1. Where Bias Can Be Introduced

1.4. During Analysis and Interpretation of Results

In a clinical trial sample, it is possible to find sub-groups of patients which respond better to treatment. Sub-group analyses involve splitting the trial participants into sub-groups. This could be based on:

  • Demographic characteristics (e.g. sex, age).

  • Baseline characteristics (e.g. a specific genomic profile).

  • Use of concomitant therapy.
Findings from sub-group analyses might be misleading for several reasons:

  • Firstly, sub-group analyses are observational (sub-groups are defined on observed participants’ characteristics) and not based on randomised comparisons. The hindsight bias, also known as the ‘I-knew-it-all-along’-bias, is the inclination to see events that have already occurred as being more predictable than they were before they took place.

  • Secondly, when multiple sub-group analyses are performed, the risk of finding a false positive result (i.e. a type I error) increases with the number of sub-group comparisons.
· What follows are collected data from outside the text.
"""Ensembles: many realizations of disorder and initial packets, reduced to statistics.

Realizations run in fixed chunks of :data:`CHUNK`; a chunk's sums depend only
on its realizations, and chunks are folded in index order, so every aggregate
is bitwise the same for any thread count, task size or worker layout.
Memory stays O(threads x points x snapshots) plus the scalar samples,
independent of the number of realizations.
"""

from __future__ import annotations

import math
import warnings
from dataclasses import dataclass, field, fields
from typing import TYPE_CHECKING, Any

import numpy as np

from .. import _checks, _core, _requests, limits
from ..analysis.statistics import Stat, stderr, stderr_from_sums
from ..errors import InvalidParameterError, InvalidTypeError, UnderResolvedWarning
from ..specs.packets import GaussianPacket, PacketList, RandomPacket, Wavefunction
from ..specs.system import System
from . import nd
from .propagate import run_arguments, warn_if_coarse
from .realize import realize
from .spectrum import Spectrum, settling_problem, spectrum_config

if TYPE_CHECKING:
    from .._core import _BoxTerm, _Drive, _EnsembleRun, _Mesh, _Packets, _Setup, _Term

CHUNK: int = _core.CHUNK
"""Realizations per chunk: the unit of work and of reproducible reduction."""

_SCALARS = (
    "transmission",
    "reflection",
    "norm",
    "absorbed_left",
    "absorbed_right",
    "absorbed_sides",
    "quasimomentum",
)
_PER_AXIS = ("position", "position_squared", "mean_momentum", "momentum_squared")
_PER_SNAPSHOT = ("position", "position_squared", "participation", "mean_momentum", "momentum_squared")
_PER_MODE = ("spectrum", "spectrum_settling")
_MAX_MODES = limits.SPECTRUM_MODES
_PROFILES = ("density", "density_squared", "log_density", "log_density_squared", "momentum")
Multiplicity issues are in general related to repeated looks at the same data set but in different ways until something ‘statistically significant’ emerges. With the wealth of data sometimes obtained, all signals should be considered carefully. Researchers must be cautious about possible over-interpretation. Techniques exist to protect against multiplicity, but they mostly require stronger evidence for statistical significance to control the overall type I error of the analysis (e.g. the Holm–Bonferroni method and the Hochberg procedure).

  • Thirdly, there is a tendency to conduct analyses comparing sub-groups based on information collected while on trial. A typical example is looking at the difference in survival between patients responding (yes/no) to treatment. Participants who are responding to treatment are by definition patients who are able to spend sufficient time on treatment to allow a response. Therefore, again by definition, they may simply represent a sub-group of patients of better prognosis, and may therefore bias the analysis. This is an example of what is often referred to as lead-time bias or guarantee-time bias. One way of dealing with this is using a landmark as a starting point for the time-to-event analysis, and creating the categories based on the participants’ characteristics at the time of this landmark (e.g. did a participant respond at three months, yes/no).